Collected data entries:
-- Opening Marker --
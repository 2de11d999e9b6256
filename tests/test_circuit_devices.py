"""Op-amps, transformers, transistors and diodes in circuit blocks, and named cases.

Expected records follow from the sheet language (docs/sheet-language.md) by hand; a pnp's drops counted from its emitter are
common practice.
"""

from __future__ import annotations

from fractions import Fraction

import pytest
from circuit_lines import placed, reading

from calccheck.arithmetic import Amount, evaluate
from calccheck.formula import Reference
from calccheck.model import Case, Circuit, Control, Device
from calccheck.units import NONE, OHM, SIEMENS, VOLT, Dimension

NPN = "Q1: npn, base a, collector b, emitter gnd, V_BE 0.65 V, beta 150"
PNP = "Q2: pnp, emitter a, base b, collector o, V_BE 0.7 V, beta 80, saturated, V_CE 0.2 V"
OP_AMP = "U1: op-amp, plus a, minus b, out o, swing −0.2 V to 4.8 V"
DIODE = "D1: diode, a to b, drop 0.6 V"


def told(lines: str) -> list[tuple[str, str, str]]:
    """Kind, place and message of every finding in a block that has the nodes a, b and gnd."""
    sheet, result = reading(f"Rs: 50 Ω, a to gnd\nRt: 10 Ω, b to gnd\n{lines}")
    assert result.circuit.problems == tuple(f for f in result.findings if f.severity == "error")
    return [(f.kind, placed(sheet, f.span)[2], f.message) for f in result.findings]


def circuit(lines: str) -> Circuit:
    """The circuit of a block that is read without any finding."""
    _, result = reading(f"Rs: 50 Ω, a to gnd\nRt: 10 Ω, b to gnd\n{lines}")
    assert [f.message for f in result.findings] == []
    return result.circuit


# --- parts with a model ---------------------------------------------------------------------------------------------


@pytest.mark.parametrize(
    ("line", "kind", "terminals", "device"),
    [
        (OP_AMP, "op-amp", [("plus", "a"), ("minus", "b"), ("out", "o")],
         Device(swing_low=Fraction("-0.2"), swing_high=Fraction("4.8"))),
        ("U1: op-amp, plus a, minus b, out o, swing 2.5 V ± 2 V", "op-amp", [("plus", "a"), ("minus", "b"), ("out", "o")],
         Device(swing_low=Fraction("0.5"), swing_high=Fraction("4.5"))),
        ("U1: op-amp, plus a, minus b, out o, max 20 mA", "op-amp", [("plus", "a"), ("minus", "b"), ("out", "o")], Device()),
        ("T1: transformer 10:1, a to b, c to d", "transformer",
         [("first+", "a"), ("first-", "b"), ("second+", "c"), ("second-", "d")], Device(ratio=Fraction(10))),
        ("T1: transformer 230 : 11.5, a to b, c to d", "transformer",
         [("first+", "a"), ("first-", "b"), ("second+", "c"), ("second-", "d")], Device(ratio=Fraction(20))),
        (NPN, "transistor", [("base", "a"), ("collector", "b"), ("emitter", "gnd")],
         Device("active", "npn", Fraction(150), Fraction("0.65"))),
        (PNP, "transistor", [("emitter", "a"), ("base", "b"), ("collector", "o")],
         Device("saturated", "pnp", Fraction(80), Fraction("0.7"), Fraction("0.2"))),
    ],
)  # fmt: skip
def test_parts_of_several_terminals(line: str, kind: str, terminals: list[tuple[str, str]], device: Device) -> None:
    element = circuit(line).elements[-1]
    assert (element.kind, element.plus, element.minus, element.value) == (kind, "", "", None)
    assert list(element.terminals) == terminals
    assert element.device == device


def test_diodes() -> None:
    conducting, blocking = circuit(f"{DIODE}, max 1 A\nD2: diode, b to a, blocking, drop 0 V").elements[-2:]
    assert (conducting.plus, conducting.minus, conducting.device) == (
        "a",
        "b",
        Device("conducting", drop=Fraction("0.6")),
    )
    assert [r.text for r in conducting.ratings] == ["max 1 A"]
    assert (blocking.plus, blocking.device) == ("b", Device("blocking", drop=Fraction(0)))


def test_which_parts_are_independent_sources() -> None:
    found = circuit("\n".join([NPN, PNP, OP_AMP, DIODE, "D2: diode, b to a, drop 0.6 V, blocking", "V1: 5 V, a to b"]))
    assert [e.name for e in found.sources()] == ["Q1", "Q2", "D1", "V1"]


def test_tolerances_of_a_model() -> None:
    line = "Q1: npn, base a, collector b, emitter gnd, V_BE 0.65 V ±50 mV, beta 150 +100/−50 %"
    device = circuit(line).elements[-1].device
    assert device is not None
    found = {word: (t.plus, t.minus, t.relative) for word, t in device.tolerances}
    assert found == {"V_BE": (Fraction("0.05"), Fraction("0.05"), False), "beta": (1, Fraction("0.5"), True)}


def test_currents_into_terminals_steer_sources() -> None:
    lines = [
        NPN, PNP, "T1: transformer 2:1, a to b, x to y", OP_AMP, "F1: 2 * I_{Q1,collector}, a to b", "F2: 2 * I_{Q1,a}, a to b",
        "F3: 2 * I_{Q2,base}, a to b", "H1: 5 Ω * I_{U1,out}, a to b", "F4: 2 * I_{T1,first+}, a to b", "F5: 2 * I_{T1,x}, a to b",
    ]  # fmt: skip
    controls = [e.control for e in circuit("\n".join(lines)).elements if e.control]
    parts = ["Q1,collector", "Q1,base", "Q2,base", "U1,out", "T1,first+", "T1,second+"]
    assert controls == [Control(part=p) for p in parts]


@pytest.mark.parametrize(
    ("line", "place", "says"),
    [
        (NPN.replace("0.65", "−0.65"), "V_BE −0.65 V", "positive value, for a pnp too: from emitter to base"),
        (PNP.replace("0.2", "-0.2"), "V_CE -0.2 V", "positive value, for a pnp too: from emitter to collector"),
        (NPN.replace("150", "0"), "beta 0", "beta is stated as a positive value"),
        (DIODE.replace("0.6", "−0.6"), "drop −0.6 V", "drop is stated as a positive value"),
        (NPN.replace("150", "150 ±50"), "±50", "a tolerance without a unit"),
        (NPN.replace("150", "150 V"), "beta 150 V", "expected a plain number behind beta"),
        ("U1: op-amp, plus a, minus b, out o, swing 5 V to 1 V", "swing 5 V to 1 V", "from its lowest to its highest voltage"),
        ("T1: transformer 10:0, a to b, c to d", "transformer 10:0", "expected transformer 10:1"),
        (f"{NPN}\nF1: 2 * I_Q1, a to b", "I_Q1", "write the current into one, as in I_{Q1,base}"),
        (f"{NPN}\nF1: 2 * I_{{Q1,emitter}}, a to b", "I_{Q1,emitter}", "the current into base or collector of Q1, not emitter"),
        (f"{NPN}\nF1: 2 * I_{{Q1,x}}, a to b", "I_{Q1,x}", "this circuit has no terminal of Q1 at x"),
        (f"{NPN.replace('collector b', 'collector a')}\nF1: 2 * I_{{Q1,a}}, a to b", "I_{Q1,a}", "may mean base or collector"),
        (f"{NPN}\nE1: 2 * V_Q1, a to b", "V_Q1", "Q1 has several terminals; write a voltage between two nodes"),
        (f"{DIODE}\nF1: 2 * I_{{D1,a}}, a to b", "I_{D1,a}", "D1 has two terminals; write I_D1"),
    ],
)  # fmt: skip
def test_what_is_said_of_models(line: str, place: str, says: str) -> None:
    ((kind, under, message),) = told(line)
    assert (kind, under) == ("circuit-line", place)
    assert says in message


def test_a_tolerance_of_another_kind() -> None:
    assert [(k, p) for k, p, _ in told(NPN.replace("0.65 V", "0.65 V ±5 Ω"))] == [("dimension", "±5 Ω")]


# --- cases ----------------------------------------------------------------------------------------------------------

PARTS = "\n".join([
    "Rv: 4k7, a to b", "C1: 1 nF, a to b", "E1: 2 * V_a, b to gnd", "V1: 12 V, o to gnd", "V2: 5 V, o to gnd, 50 Hz", "S1: open, a to b",
    "G0: 0 S, a to b", "Rx: R Ω, a to b", "Z1: (3 + j4) Ω, a to b", NPN, PNP, OP_AMP, DIODE, "T1: transformer 2:1, a to b, x to y",
])  # fmt: skip


def case(changes: str) -> Case:
    (found,) = circuit(f"{PARTS}\ncase hot: {changes}").cases
    return found


def test_changes_of_a_case() -> None:
    found = case(
        "Rv = 3.3 kΩ; S1 shorted; V1 = 11.8 V; Rt open; Q1 beta 80; Q1 V_BE 0.6 V; Q2 V_CE 0.3 V; D1 drop 700 mV"
    )
    assert [(c.part, c.what) for c in found.changes] == [
        ("Rv", "as"), ("S1", "shorted"), ("V1", "as"), ("Rt", "open"), ("Q1", "beta"), ("Q1", "V_BE"), ("Q2", "V_CE"), ("D1", "drop"),
    ]  # fmt: skip


@pytest.mark.parametrize(
    ("change", "value", "dimension"),
    [
        ("Rv = 3.3 kΩ", 3300, OHM), ("Rv = 3k3", 3300, OHM), ("Rv = 2 mS", Fraction(1, 500), SIEMENS), ("S1 = 5 Ω", 5, OHM),
        ("G0 = 5 Ω", 5, OHM), ("V1 = −3 V", -3, VOLT), ("V2 = 5 V ∠ 90°", 5j, VOLT), ("Z1 = (1 + j) Ω", 1 + 1j, OHM),
        ("Rv = (2 + 1/3) Ω", Fraction(7, 3), OHM), ("Rx = 2*R Ω", 14, OHM), ("Rv = R Ω", 7, OHM), ("Q1 beta 80", 80, NONE),
        ("D1 drop 700 mV", Fraction(7, 10), VOLT),
    ],
)  # fmt: skip
def test_values_of_a_case(change: str, value: complex, dimension: Dimension) -> None:
    (found,) = case(change).changes
    assert found.value is not None

    def lookup(r: Reference) -> Amount:
        assert r.word == "R"
        return Amount(Fraction(7), OHM)

    amount = evaluate(found.value, lookup)
    assert (amount.dimension, amount.value) == (dimension, pytest.approx(value))


def test_values_of_a_case_from_givens() -> None:
    _, result = reading("R1: 1 Ω, a to gnd\ncase hot: R1 = 2 Ω * (1 + k)", {"k": Amount(Fraction(1, 3))})
    assert result.findings == ()
    (change,) = result.circuit.cases[0].changes
    assert change.value is not None
    assert evaluate(change.value, lambda r: pytest.fail(r.word)) == Amount(Fraction(8, 3), OHM)


def test_names_of_cases() -> None:
    lines = "case low gain: Q1 beta 80\ncase hot and windy: Rt open\ncase cold 2: Rt shorted"
    assert [c.name for c in circuit(f"{NPN}\n{lines}").cases] == ["low gain", "hot and windy", "cold 2"]
    assert told("case hot: Rt open\ncase hot: Rs open") == [
        ("circuit-name", "case hot: Rs open", "two cases are called hot")
    ]
    for name in ("of", "lamp in", "lamp at night", "j"):
        ((_, place, message),) = told(f"case {name}: Rt open")
        assert place == name and "a word of the language" in message


@pytest.mark.parametrize(
    ("changes", "place", "says"),
    [
        ("Rv = 4 V", "4 V", "Rv is a resistor; a voltage cannot take its place"),
        ("V1 = 4 mA", "4 mA", "V1 is a voltage source; a current cannot take its place"),
        ("V1 = 5 V ∠ 30°", "5 V ∠ 30°", "V1 is a source at DC; a phasor cannot take its place"),
        ("Rv = 2 * V_a", "2 * V_a", "Rv is a resistor; a controlled source cannot take its place"),
        ("Rv = Ry Ω", "Ry Ω", "Ry has no value and is no free symbol of this circuit's parts"),
        ("Rv = 3 Ω; Rv open", "Rv open", "Rv changes twice in this case"),
        ("Q1 beta 80; Q1 beta 90", "Q1 beta 90", "Q1 changes twice in this case"),
        ("E1 = 3 V", "3 V", "E1 is a controlled source; a value cannot take its place"),
        ("D1 = 3 V", "3 V", "D1 is a diode; a value cannot take its place"),
        ("Q1 = 3 Ω", "Q1 = 3 Ω", "Q1 has several terminals; a case changes its V_BE, beta or V_CE"),
        ("U1 open", "U1 open", "U1 has several terminals; a case changes nothing of op-amp"),
        ("Q1 V_CE 0.2 V", "V_CE", "Q1 is not saturated and has no V_CE"),
        ("U1 swing 0 V to 1 V", "swing", "no swing of U1 can change"),
        ("Rv beta 3", "beta", "no beta of Rv can change; a case changes its value"),
        ("D1 drop 0.6 A", "D1 drop 0.6 A", "expected a voltage behind drop"),
        ("Q1 beta −80", "Q1 beta −80", "beta is stated as a positive value"),
        ("Q1 beta 80 ±5 %", "±5 %", "a value in a case has no tolerance of its own"),
        ("Rvv open", "Rvv", "this circuit has no part Rvv; is Rv meant?"),
        ("Rv warm", "Rv warm", "expected a change such as"),
    ],
)
def test_what_is_said_of_cases(changes: str, place: str, says: str) -> None:
    ((kind, under, message),) = told(f"{PARTS}\ncase hot: {changes}")
    assert (kind, under) == ("circuit-line", place)
    assert says in message


def test_dimensions_in_a_case() -> None:
    assert [(k, p) for k, p, _ in told("case hot: Rt = 5 Ω + 3 V")] == [("dimension", "5 Ω + 3 V")]


def test_a_case_of_a_part_that_could_not_be_read_is_not_told_twice() -> None:
    assert [p for _, p, _ in told("R1: banana, a to b\ncase hot: R1 = 3 Ω")] == ["banana"]
    assert [p for _, p, _ in told("R1: 5 Ω, a to b, split\ncase hot: R1 = 3 Ω; Ru open")] == ["split"]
-- Closing Marker --
** What you have to do **
Output the first line of the entries above and every line after it, exactly as written, ending with the line that contains "from circuit_lines import placed, reading".

** Task answer **
repository 2de11d999e9b6256
filename tests/test_circuit_devices.py
"""Op-amps, transformers, transistors and diodes in circuit blocks, and named cases.

Expected records follow from the sheet language (docs/sheet-language.md) by hand; a pnp's drops counted from its emitter are
common practice.
"""

from __future__ import annotations

from fractions import Fraction

import pytest
from circuit_lines import placed, reading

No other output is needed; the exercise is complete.